Every entry is to be written out word for word.

Collected data entries:
BEGIN

def test_days_that_a_profile_leaves_out_stay_as_they_are():
    before = next(row for row in CONTENT.tables.checks if row.id == "mra-start-week-4")
    content = content_of('[schedule]\nmra-start-week-4 = { due_after_days = 28, reason = "clinic days" }\n')
    after = next(row for row in content.tables.checks if row.id == "mra-start-week-4")
    assert (after.opens_after_days, after.grace_days) == (before.opens_after_days, before.grace_days)
    assert after.due_after_days == 28
    assert content.wording.limit_bases["mra-start-week-4"].locator == (
        "check mra-start-week-4: day 21 to 28, grace 7 days in place of day 21 to 35, grace 7 days (clinic days)"
    )


def test_a_rule_switched_off_makes_no_card_and_is_named_with_the_content():
    content = with_site(CONTENT, read_site(b'rules_off = ["start-mra"]\n' + HEAD.encode(), name="profile.toml"))
    whole = assess(bundle(*without_an_mra(4.5)), content, as_of=parse_as_of(TODAY, UTC), trace=True)
    (answer,) = whole["assessments"]
    assert card(assessed(CONTENT, *without_an_mra(4.5)), "start-mra")
    assert all(c["rule"] != "start-mra" for c in (*answer["cards"], *answer["findings"]))
    assert whole["content"]["rules_off"] == ["start-mra"]


def test_a_tier_of_the_site_decides_where_a_card_stands():
    content = content_of('[tiers]\n"start-mra.start" = "act"\n')
    assert card(assessed(CONTENT, *without_an_mra(4.5)), "start-mra")["tier"] == "plan"
    assert card(assessed(content, *without_an_mra(4.5)), "start-mra")["tier"] == "act"


def test_the_tier_of_a_severity_is_for_the_site_to_choose():
    content = content_of('[tiers]\n"severity.caution" = "plan"\n')
    resources = patient(), problem("heart failure", "2024-01-10"), potassium(5.2, DAY)
    assert card(assessed(CONTENT, *resources), "lab-out-of-range")["tier"] == "note"
    assert card(assessed(content, *resources), "lab-out-of-range")["tier"] == "plan"


def test_a_headline_of_the_site_is_filled_in_like_the_one_it_replaces():
    content = content_of('[headlines]\n"start-mra.start" = "Tarnwick pathway 3: start {drug} {dose}"\n')
    shown = card(assessed(content, *without_an_mra(4.5)), "start-mra")["headline"]
    assert shown == "Tarnwick pathway 3: start spironolactone 25 mg once a day"


def test_a_caution_of_the_site_takes_the_place_of_the_contents():
    content = content_of('[cautions]\nstart-mra = "Leaflet TL-7 first."\n')
    cautions = card(assessed(content, *without_an_mra(4.5)), "start-mra")["cautions"]
    assert "Leaflet TL-7 first." in cautions
    assert CONTENT.wording.cautions["start-mra"] not in cautions


SIGN_OFF = '[sign_off]\nwho = "Dr Ilse Marrow"\nwhen = {when}\ncontent_version = "{version}"\n'


@pytest.mark.parametrize("when", ["2026-12-01", '"2026-12-01"'], ids=["date", "text"])
def test_a_sign_off_takes_the_unsigned_notice_off_every_card(when):
    content = content_of(SIGN_OFF.format(when=when, version=CONTENT.version))
    for one, is_signed in ((CONTENT, False), (content, True)):
        for shown in assessed(one, *without_an_mra(4.5))["cards"]:
            said_unsigned = any("not clinically signed off" in caution for caution in shown["cautions"])
            assert said_unsigned is not is_signed
            assert any("by Dr Ilse Marrow on 2026-12-01" in caution for caution in shown["cautions"]) is is_signed
    whole = assess(bundle(*without_an_mra(4.5)), content, as_of=parse_as_of(TODAY, UTC))
    assert whole["content"]["signed_off"] == "Dr Ilse Marrow, 2026-12-01"
    assert whole["content"]["notice"].endswith("Advice for licensed clinicians; local policy and the prescriber decide.")


def test_a_profile_without_a_sign_off_leaves_the_content_unsigned():
    content = content_of("")
    assert content.signed_off is None
    assert content.wording.notice == CONTENT.wording.notice


def test_another_region_brings_the_rows_of_that_region():
    """Nebivolol closes the beta-blocker gap by the European list only (ESC guideline 2021; not in the US measure)."""
    resources = [r for r in without_an_mra(4.5) if "bisoprolol" not in r["id"]]
    resources.append(order("nebivolol", 10, since="2025-06-01"))
    assert said(assessed(content_of('region = "us"\n'), *resources), "start-beta-blocker") == "open/switch"
    assert said(assessed(content_of('region = "esc"\n'), *resources), "start-beta-blocker") == "met"


def test_the_zone_of_the_site_is_handed_on():
    assert content_of('zone = "America/Chicago"\n').zone == "America/Chicago"


def test_the_catalogue_prints_the_numbers_of_the_site():
    content = content_of("[limits]\nmra-potassium-block = 4.8\n")
    rows = {row["id"]: row for rule in catalogue(content) if rule["rule"] == "start-mra" for row in rule["rows"]}
    assert rows["mra-potassium-block"]["says"] == "potassium above 4.8 mmol/L: block"
    assert rows["mra-potassium-block"]["source"] == "site"


def test_an_order_is_checked_with_the_limits_of_the_site():
    content = content_of("[limits]\nmra-potassium-block = 4.8\n")
    resources = [*without_an_mra(4.9), order("spironolactone", 25, since=TODAY, status="draft")]
    whole = check_orders(bundle(*resources), content, as_of=parse_as_of(TODAY, UTC))
    (mine,), (others,) = (one["orders"] for one in (whole["checks"][0], order_check_of(*resources, as_of=TODAY)))
    assert (mine["verdict"], others["verdict"]) == ("cards", "closes")


# The example, which uses everything.


def test_the_example_profile_uses_every_part_there_is():
    site = read_site(TARNWICK.read_bytes(), name=TARNWICK.name)
    for part in site.__dataclass_fields__:
        assert getattr(site, part), f"the example does not show {part}"


@cache
def registry() -> Registry[Any]:
    documents = [json.loads(published(f"schemas/{name}.schema.json")) for name in ("assessment", "card")]
    return Registry().with_resources((one["$id"], Resource.from_contents(one)) for one in documents)


def test_what_is_printed_under_the_example_profile_keeps_to_the_published_schema_and_never_varies():
    """For each written patient: same bytes from a profile read twice."""
    one, other = (with_site(CONTENT, read_site(TARNWICK.read_bytes(), name="t")) for _ in range(2))
    schema = json.loads(published("schemas/assessment.schema.json"))
    check = Draft202012Validator(schema, registry=registry())
    for name, (data, day) in written_patients().items():
        answers = [orjson.dumps(assess(data, content, as_of=parse_as_of(day, UTC))) for content in (one, other)]
        assert answers[0] == answers[1], name
        assert [error.message for error in check.iter_errors(orjson.loads(answers[0]))] == [], name


def test_the_content_itself_is_left_as_it_was():
    before = assessed(CONTENT, *without_an_mra(4.5))
    with_site(CONTENT, read_site(TARNWICK.read_bytes(), name="t"))
    assert assessed(CONTENT, *without_an_mra(4.5)) == before


def test_an_answer_names_the_profile_its_version_and_the_hash_of_its_bytes():
    """SHA-256 of the bytes, its first 12 hexadecimal digits; a comment more is another profile."""
    one, other = (content_of(text).site for text in ("", "# reviewed\n"))
    assert one is not None
    assert one.startswith("Tarnwick Lakes Health Network 7 ")
    assert len(one.rsplit(" ", 1)[1]) == 12
    assert one != other


def test_a_second_profile_is_not_laid_over_the_first():
    with pytest.raises(ValueError, match="before"):
        with_site(content_of(""), profile(""))


# What stands for the severity table: rules whose tier a profile cannot set by answer.


def test_every_open_answer_of_a_rule_whose_tier_a_profile_cannot_set_has_a_severity():
    from cds.content.site_overlay import _BY_SEVERITY

    graded: dict[str, set[bool]] = {}
    for data, day in written_patients().values():
        for one in assess(data, CONTENT, as_of=parse_as_of(day, UTC), trace=True)["assessments"]:
            tiers = set(CONTENT.wording.tier_of_severity.values())
            for shown in one["cards"]:
                graded.setdefault(shown["rule"], set()).add(shown["tier"] in tiers)
    assert graded.keys() & _BY_SEVERITY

END

**YOUR SOLUTION:**
def test_days_that_a_profile_leaves_out_stay_as_they_are():
    before = next(row for row in CONTENT.tables.checks if row.id == "mra-start-week-4")
    content = content_of('[schedule]\nmra-start-week-4 = { due_after_days = 28, reason = "clinic days" }\n')
    after = next(row for row in content.tables.checks if row.id == "mra-start-week-4")
    assert (after.opens_after_days, after.grace_days) == (before.opens_after_days, before.grace_days)
    assert after.due_after_days == 28
    assert content.wording.limit_bases["mra-start-week-4"].locator == (
        "check mra-start-week-4: day 21 to 28, grace 7 days in place of day 21 to 35, grace 7 days (clinic days)"
    )


def test_a_rule_switched_off_makes_no_card_and_is_named_with_the_content():
    content = with_site(CONTENT, read_site(b'rules_off = ["start-mra"]\n' + HEAD.encode(), name="profile.toml"))
    whole = assess(bundle(*without_an_mra(4.5)), content, as_of=parse_as_of(TODAY, UTC), trace=True)
    (answer,) = whole["assessments"]
    assert card(assessed(CONTENT, *without_an_mra(4.5)), "start-mra")
    assert all(c["rule"] != "start-mra" for c in (*answer["cards"], *answer["findings"]))
    assert whole["content"]["rules_off"] == ["start-mra"]


def test_a_tier_of_the_site_decides_where_a_card_stands():
    content = content_of('[tiers]\n"start-mra.start" = "act"\n')
    assert card(assessed(CONTENT, *without_an_mra(4.5)), "start-mra")["tier"] == "plan"
    assert card(assessed(content, *without_an_mra(4.5)), "start-mra")["tier"] == "act"


def test_the_tier_of_a_severity_is_for_the_site_to_choose():
    content = content_of('[tiers]\n"severity.caution" = "plan"\n')
    resources = patient(), problem("heart failure", "2024-01-10"), potassium(5.2, DAY)
    assert card(assessed(CONTENT, *resources), "lab-out-of-range")["tier"] == "note"
    assert card(assessed(content, *resources), "lab-out-of-range")["tier"] == "plan"


def test_a_headline_of_the_site_is_filled_in_like_the_one_it_replaces():
    content = content_of('[headlines]\n"start-mra.start" = "Tarnwick pathway 3: start {drug} {dose}"\n')
    shown = card(assessed(content, *without_an_mra(4.5)), "start-mra")["headline"]
    assert shown == "Tarnwick pathway 3: start spironolactone 25 mg once a day"


def test_a_caution_of_the_site_takes_the_place_of_the_contents():
    content = content_of('[cautions]\nstart-mra = "Leaflet TL-7 first."\n')
    cautions = card(assessed(content, *without_an_mra(4.5)), "start-mra")["cautions"]
    assert "Leaflet TL-7 first." in cautions
    assert CONTENT.wording.cautions["start-mra"] not in cautions


SIGN_OFF = '[sign_off]\nwho = "Dr Ilse Marrow"\nwhen = {when}\ncontent_version = "{version}"\n'


@pytest.mark.parametrize("when", ["2026-12-01", '"2026-12-01"'], ids=["date", "text"])
def test_a_sign_off_takes_the_unsigned_notice_off_every_card(when):
    content = content_of(SIGN_OFF.format(when=when, version=CONTENT.version))
    for one, is_signed in ((CONTENT, False), (content, True)):
        for shown in assessed(one, *without_an_mra(4.5))["cards"]:
            said_unsigned = any("not clinically signed off" in caution for caution in shown["cautions"])
            assert said_unsigned is not is_signed
            assert any("by Dr Ilse Marrow on 2026-12-01" in caution for caution in shown["cautions"]) is is_signed
    whole = assess(bundle(*without_an_mra(4.5)), content, as_of=parse_as_of(TODAY, UTC))
    assert whole["content"]["signed_off"] == "Dr Ilse Marrow, 2026-12-01"
    assert whole["content"]["notice"].endswith("Advice for licensed clinicians; local policy and the prescriber decide.")


def test_a_profile_without_a_sign_off_leaves_the_content_unsigned():
    content = content_of("")
    assert content.signed_off is None
    assert content.wording.notice == CONTENT.wording.notice


def test_another_region_brings_the_rows_of_that_region():
    """Nebivolol closes the beta-blocker gap by the European list only (ESC guideline 2021; not in the US measure)."""
    resources = [r for r in without_an_mra(4.5) if "bisoprolol" not in r["id"]]
    resources.append(order("nebivolol", 10, since="2025-06-01"))
    assert said(assessed(content_of('region = "us"\n'), *resources), "start-beta-blocker") == "open/switch"
    assert said(assessed(content_of('region = "esc"\n'), *resources), "start-beta-blocker") == "met"


def test_the_zone_of_the_site_is_handed_on():
    assert content_of('zone = "America/Chicago"\n').zone == "America/Chicago"


def test_the_catalogue_prints_the_numbers_of_the_site():
    content = content_of("[limits]\nmra-potassium-block = 4.8\n")
    rows = {row["id"]: row for rule in catalogue(content) if rule["rule"] == "start-mra" for row in rule["rows"]}
    assert rows["mra-potassium-block"]["says"] == "potassium above 4.8 mmol/L: block"
    assert rows["mra-potassium-block"]["source"] == "site"


def test_an_order_is_checked_with_the_limits_of_the_site():
    content = content_of("[limits]\nmra-potassium-block = 4.8\n")
    resources = [*without_an_mra(4.9), order("spironolactone", 25, since=TODAY, status="draft")]
    whole = check_orders(bundle(*resources), content, as_of=parse_as_of(TODAY, UTC))
    (mine,), (others,) = (one["orders"] for one in (whole["checks"][0], order_check_of(*resources, as_of=TODAY)))
    assert (mine["verdict"], others["verdict"]) == ("cards", "closes")


# The example, which uses everything.


def test_the_example_profile_uses_every_part_there_is():
    site = read_site(TARNWICK.read_bytes(), name=TARNWICK.name)
    for part in site.__dataclass_fields__:
        assert getattr(site, part), f"the example does not show {part}"


@cache
def registry() -> Registry[Any]:
    documents = [json.loads(published(f"schemas/{name}.schema.json")) for name in ("assessment", "card")]
    return Registry().with_resources((one["$id"], Resource.from_contents(one)) for one in documents)


def test_what_is_printed_under_the_example_profile_keeps_to_the_published_schema_and_never_varies():
    """For each written patient: same bytes from a profile read twice."""
    one, other = (with_site(CONTENT, read_site(TARNWICK.read_bytes(), name="t")) for _ in range(2))
    schema = json.loads(published("schemas/assessment.schema.json"))
    check = Draft202012Validator(schema, registry=registry())
    for name, (data, day) in written_patients().items():
        answers = [orjson.dumps(assess(data, content, as_of=parse_as_of(day, UTC))) for content in (one, other)]
        assert answers[0] == answers[1], name
        assert [error.message for error in check.iter_errors(orjson.loads(answers[0]))] == [], name


def test_the_content_itself_is_left_as_it_was():
    before = assessed(CONTENT, *without_an_mra(4.5))
    with_site(CONTENT, read_site(TARNWICK.read_bytes(), name="t"))
    assert assessed(CONTENT, *without_an_mra(4.5)) == before


def test_an_answer_names_the_profile_its_version_and_the_hash_of_its_bytes():
    """SHA-256 of the bytes, its first 12 hexadecimal digits; a comment more is another profile."""
    one, other = (content_of(text).site for text in ("", "# reviewed\n"))
    assert one is not None
    assert one.startswith("Tarnwick Lakes Health Network 7 ")
    assert len(one.rsplit(" ", 1)[1]) == 12
    assert one != other


def test_a_second_profile_is_not_laid_over_the_first():
    with pytest.raises(ValueError, match="before"):
        with_site(content_of(""), profile(""))


# What stands for the severity table: rules whose tier a profile cannot set by answer.


def test_every_open_answer_of_a_rule_whose_tier_a_profile_cannot_set_has_a_severity():
    from cds.content.site_overlay import _BY_SEVERITY

    graded: dict[str, set[bool]] = {}
    for data, day in written_patients().values():
        for one in assess(data, CONTENT, as_of=parse_as_of(day, UTC), trace=True)["assessments"]:
            tiers = set(CONTENT.wording.tier_of_severity.values())
            for shown in one["cards"]:
                graded.setdefault(shown["rule"], set()).add(shown["tier"] in tiers)
    assert graded.keys() & _BY_SEVERITY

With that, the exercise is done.